С детства Андрюша Истомин знал, что он – особенный. Знание пришло с маминой улыбкой, с бабушкиными мурлыканьями, в которых слышалась исключительно похвала. С табуреткой, выкрашенной в синий цвет, неустойчивой, но замечательной – ведь с нее Андрюша читал стихи. Читал он громко, с выражением, и люди, приходившие в гости, восхищались его талантом.
В школе Андрюшина уверенность в собственной незаурядности лишь укрепилась. Ведь именно его ставили в пример другим, хвалили за аккуратность и вежливость. А когда Андрюша позволял себе быть неаккуратным и невежливым, его упрекали мягко, не забывая при том улыбаться.
Да и кто осмелится всерьез ругать единственного сына директрисы?

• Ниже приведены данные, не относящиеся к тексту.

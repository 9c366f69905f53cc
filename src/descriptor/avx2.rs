//! The AVX2 build of the per-neighbour pass and of the projection's lane reduction, written
//! with explicit 256-bit instructions (x86-64 only, chosen at run time by
//! [`super::kernel::Kernel::detect`]).
//!
//! Every value is computed by the same IEEE operations, in the same order, as the portable
//! code it replaces (no fused multiply-add here: a product and a sum are two roundings, as in
//! the scalar source), so the harmonics, radii and version-2 fade are bit-identical to
//! [`crate::so3::sh::real_sh_f32`], [`super::kernel::fade_factor`] and
//! [`super::radial::exp`], and the lane sums are reduced in the same tree
//! `((l0 + l1) + (l2 + l3)) + ((l4 + l5) + (l6 + l7))`. The compiler left to itself turned the
//! eight-lane closed form into many shuffles (a quarter of the engine's time at ~80
//! neighbours, DEVELOPERS.md "Descriptor engine"); written out here each harmonic is a handful
//! of vector products.

use std::arch::x86_64::*;

use super::kernel::LANES;

/// `1/(2√π)`, the constant `Y_00` (as in so3's closed form).
const Y00: f64 = 0.282_094_791_773_878_14;

/// A constant in every lane, rounded from `f64` as so3's `Poly::constant` rounds it.
#[target_feature(enable = "avx2,fma")]
#[inline]
fn k(v: f64) -> __m256 {
    _mm256_set1_ps(v as f32)
}

macro_rules! mul {
    ($a:expr, $b:expr $(,)?) => {
        _mm256_mul_ps($a, $b)
    };
}
macro_rules! add {
    ($a:expr, $b:expr $(,)?) => {
        _mm256_add_ps($a, $b)
    };
}
macro_rules! sub {
    ($a:expr, $b:expr $(,)?) => {
        _mm256_sub_ps($a, $b)
    };
}

/// `e^x` lane by lane, the operations of [`super::radial::exp`] one for one.
#[target_feature(enable = "avx2,fma")]
#[inline]
fn exp8(x: __m256) -> __m256 {
    const ROUND: f32 = 12_582_912.0;
    const LOG2E: f32 = std::f32::consts::LOG2_E;
    const C1: f32 = 0.693_359_4;
    const C2: f32 = -2.121_944_4e-4;
    let lo = _mm256_set1_ps(-87.0);
    let xc = _mm256_max_ps(x, lo);
    let v = add!(mul!(xc, _mm256_set1_ps(LOG2E)), _mm256_set1_ps(ROUND));
    let k_bits = _mm256_sub_epi32(
        _mm256_castps_si256(v),
        _mm256_set1_epi32(ROUND.to_bits() as i32),
    );
    let kf = sub!(v, _mm256_set1_ps(ROUND));
    let r = sub!(
        sub!(xc, mul!(kf, _mm256_set1_ps(C1))),
        mul!(kf, _mm256_set1_ps(C2))
    );
    let mut p = _mm256_set1_ps(1.987_569_1e-4);
    for c in [
        1.398_199_9e-3,
        8.333_452e-3,
        4.166_579_6e-2,
        1.666_666_5e-1,
        0.5,
    ] {
        p = add!(mul!(p, r), _mm256_set1_ps(c));
    }
    let y = add!(add!(mul!(mul!(p, r), r), r), _mm256_set1_ps(1.0));
    let scale = _mm256_castsi256_ps(_mm256_slli_epi32::<23>(_mm256_add_epi32(
        k_bits,
        _mm256_set1_epi32(127),
    )));
    let below = _mm256_cmp_ps::<_CMP_LT_OQ>(x, lo);
    _mm256_andnot_ps(below, mul!(y, scale))
}

/// The version-2 fade of [`super::kernel::fade_factor`] lane by lane.
#[target_feature(enable = "avx2,fma")]
#[inline]
fn fade8(sv: __m256) -> __m256 {
    let c = _mm256_set1_ps;
    let x = mul!(sv, sv);
    let inner = sub!(c(0.5), mul!(x, c(1.0 / 6.0)));
    let series = mul!(x, sub!(c(1.0), mul!(x, inner)));
    let direct = sub!(c(1.0), exp8(_mm256_xor_ps(x, c(-0.0))));
    let small = _mm256_cmp_ps::<_CMP_LT_OQ>(x, c(1.0 / 64.0));
    _mm256_blendv_ps(direct, series, small)
}

/// [`super::kernel::directions`] for `l_max ≤ 4` on AVX2: `rho[j] = min(|d_j|·inv_r, 1)` and
/// the harmonics `y[k·J + j]` (`J = d2.len()`, a multiple of [`LANES`]), degrees `l ≥ 1` times
/// the fade when `fade = Some(1/ρ₀)`.
///
/// # Panics
/// If `l_max > 4`, the offsets differ in length, or `rho`/`y` are shorter than `J` / `(L+1)²·J`.
#[target_feature(enable = "avx2,fma")]
#[allow(clippy::too_many_arguments)]
pub(crate) fn directions_closed(
    l_max: usize,
    inv_r: f32,
    fade: Option<f32>,
    dx: &[f32],
    dy: &[f32],
    dz: &[f32],
    d2: &[f32],
    rho: &mut [f32],
    y: &mut [f32],
) {
    let jp = d2.len();
    let nk = (l_max + 1) * (l_max + 1);
    assert!(l_max <= 4 && jp.is_multiple_of(LANES));
    assert!(dx.len() == jp && dy.len() == jp && dz.len() == jp);
    assert!(rho.len() >= jp && y.len() >= nk * jp);
    let s = _mm256_set1_ps;
    let inv_r8 = s(inv_r);
    let mut sh = [s(0.0); 25];
    for j0 in (0..jp).step_by(LANES) {
        // SAFETY: `j0 + 8 ≤ jp` and every slice holds at least `jp` values (asserted above);
        // the stores to `y` stay below `nk·jp`.
        unsafe {
            let r8 = harmonics8([dx, dy, dz, d2], j0, inv_r8, fade, nk, &mut sh, y);
            _mm256_storeu_ps(rho.as_mut_ptr().add(j0), r8);
        }
    }
}

/// [`directions_closed`] with the radial weights of [`super::kernel::weights`] (the
/// recurrence of at most eight shells) computed in the same pass, eight neighbours at a time
/// in registers: the weights `w[n·J + j] = g_n(ρ_j) f_c(ρ_j)` of `n_sh` shells with `ρ = 1`
/// in the padding lanes `j ≥ count` (as the engine sets them; the harmonics of the padding
/// keep the unset `ρ`, as in the separate passes), and the returned `Σ_j f_c(ρ_j)` summed
/// one neighbour at a time in ascending `j`. Same operations in the same order as the two
/// passes, so the same bits; `ρ` itself is not stored. Folding them saves the weights'
/// passes over memory, and the sum's chain of dependent additions runs beside the vector
/// work instead of alone.
///
/// # Panics
/// As [`directions_closed`], and if `n_sh` is not 1 to 8, `count > J` or `w` is shorter than
/// `n_sh·J`.
#[target_feature(enable = "avx2,fma")]
#[allow(clippy::too_many_arguments)]
pub(crate) fn directions_weights(
    l_max: usize,
    inv_r: f32,
    fade: Option<f32>,
    n_sh: usize,
    count: usize,
    d: [&[f32]; 4],
    y: &mut [f32],
    w: &mut [f32],
) -> f32 {
    let [dx, dy, dz, d2] = d;
    let jp = d2.len();
    let nk = (l_max + 1) * (l_max + 1);
    assert!(l_max <= 4 && jp.is_multiple_of(LANES));
    assert!((1..=8).contains(&n_sh) && count <= jp);
    assert!(dx.len() == jp && dy.len() == jp && dz.len() == jp);
    assert!(y.len() >= nk * jp && w.len() >= n_sh * jp);
    let s = _mm256_set1_ps;
    let one = s(1.0);
    let inv_r8 = s(inv_r);
    let nf = s(n_sh as f32);
    let lane = _mm256_setr_epi32(0, 1, 2, 3, 4, 5, 6, 7);
    let mut sh = [s(0.0); 25];
    let mut wsum = 0.0f32;
    for j0 in (0..jp).step_by(LANES) {
        // SAFETY: `j0 + 8 ≤ jp` and every slice holds at least `jp` values (asserted above);
        // the stores to `y` stay below `nk·jp`, those to `w` below `n_sh·jp`.
        unsafe {
            let r8 = harmonics8([dx, dy, dz, d2], j0, inv_r8, fade, nk, &mut sh, y);
            // The weights, at ρ = 1 in the padding lanes.
            let pad = _mm256_cmpgt_epi32(
                _mm256_add_epi32(lane, _mm256_set1_epi32(j0 as i32)),
                _mm256_set1_epi32(count as i32 - 1),
            );
            let rw = _mm256_blendv_ps(r8, one, _mm256_castsi256_ps(pad));
            let fc = cutoff8(rw);
            let mut f = [0.0f32; LANES];
            _mm256_storeu_ps(f.as_mut_ptr(), fc);
            for v in f {
                wsum += v;
            }
            let mut st = exp8(sub!(mul!(rw, nf), one));
            let a = sub!(mul!(rw, nf), s(0.5));
            let mut g = exp8(mul!(mul!(s(-0.5), a), a));
            _mm256_storeu_ps(w.as_mut_ptr().add(j0), mul!(g, fc));
            for n in 1..n_sh {
                g = mul!(g, st);
                st = mul!(st, s(super::kernel::INV_E));
                _mm256_storeu_ps(w.as_mut_ptr().add(n * jp + j0), mul!(g, fc));
            }
        }
    }
    wsum
}

/// The harmonics of the eight neighbours `j0..j0 + 8` (offsets `d = [dx, dy, dz, |d|²]`),
/// stored to `y[k·J + j]` (`J = d[3].len()`) for the `nk` harmonics, degrees `l ≥ 1` times the
/// fade when `fade = Some(1/ρ₀)`; returns their `ρ = min(|d|·inv_r, 1)`. The shared body of
/// [`directions_closed`] and [`directions_weights`].
///
/// # Safety
/// `j0 + 8 ≤ J`, the offsets hold at least `J` values each and `y` at least `nk·J`.
#[target_feature(enable = "avx2,fma")]
#[inline]
unsafe fn harmonics8(
    d: [&[f32]; 4],
    j0: usize,
    inv_r8: __m256,
    fade: Option<f32>,
    nk: usize,
    sh: &mut [__m256; 25],
    y: &mut [f32],
) -> __m256 {
    let [dx, dy, dz, d2] = d;
    let jp = d2.len();
    let one = _mm256_set1_ps(1.0);
    // SAFETY: the caller's bounds (above).
    unsafe {
        let q = _mm256_loadu_ps(d2.as_ptr().add(j0));
        let dist = _mm256_sqrt_ps(q);
        let r8 = _mm256_min_ps(_mm256_mul_ps(dist, inv_r8), one);
        let inv = _mm256_div_ps(one, dist);
        let x = _mm256_mul_ps(_mm256_loadu_ps(dx.as_ptr().add(j0)), inv);
        let yv = _mm256_mul_ps(_mm256_loadu_ps(dy.as_ptr().add(j0)), inv);
        let z = _mm256_mul_ps(_mm256_loadu_ps(dz.as_ptr().add(j0)), inv);
        closed8(x, yv, z, sh);
        if let Some(inv_rho0) = fade {
            let h = fade8(_mm256_mul_ps(r8, _mm256_set1_ps(inv_rho0)));
            for v in sh[1..nk].iter_mut() {
                *v = _mm256_mul_ps(*v, h);
            }
        }
        for (kk, v) in sh[..nk].iter().enumerate() {
            _mm256_storeu_ps(y.as_mut_ptr().add(kk * jp + j0), *v);
        }
        r8
    }
}

/// The cutoff of [`super::radial::cutoff`] lane by lane, the same operations.
#[target_feature(enable = "avx2,fma")]
#[inline]
fn cutoff8(rho: __m256) -> __m256 {
    let c = _mm256_set1_ps;
    let y = mul!(c(std::f32::consts::FRAC_PI_2), sub!(c(1.0), rho));
    let y2 = mul!(y, y);
    let mut p = c(-2.505_210_8e-8);
    for k in [2.755_731_9e-6, -1.984_127e-4, 8.333_333e-3, -1.666_666_7e-1] {
        p = add!(mul!(p, y2), c(k));
    }
    let sv = add!(y, mul!(mul!(y, y2), p));
    mul!(sv, sv)
}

Он рос, окруженный любовью, и сам себе представлялся этакой вещью исключительной красоты и редкости. Странным образом это представление передавалось иным людям.
Его любили. Преподаватели, сокурсники, случайные знакомые, даже древняя, как само здание института, вахтерша улыбалась Андрюше приветливо. И он улыбался в ответ, даря себя – во всяком случае, ему это виделось подарком – всем и щедро.
Конечно, находились завистники, но… в целом все складывалось неплохо.
До определенного момента.
– А тебе обязательно идти? – Наденька стояла в дверях, вытянувшись вдоль косяка в нарочито эротичной позе. Розовая ночнушка подчеркивала формы тела.
– Обязательно.
– А обязательно сейчас? – Наденька надула губы. И без того пухлые, они вдруг показались огромными, в пол-лица.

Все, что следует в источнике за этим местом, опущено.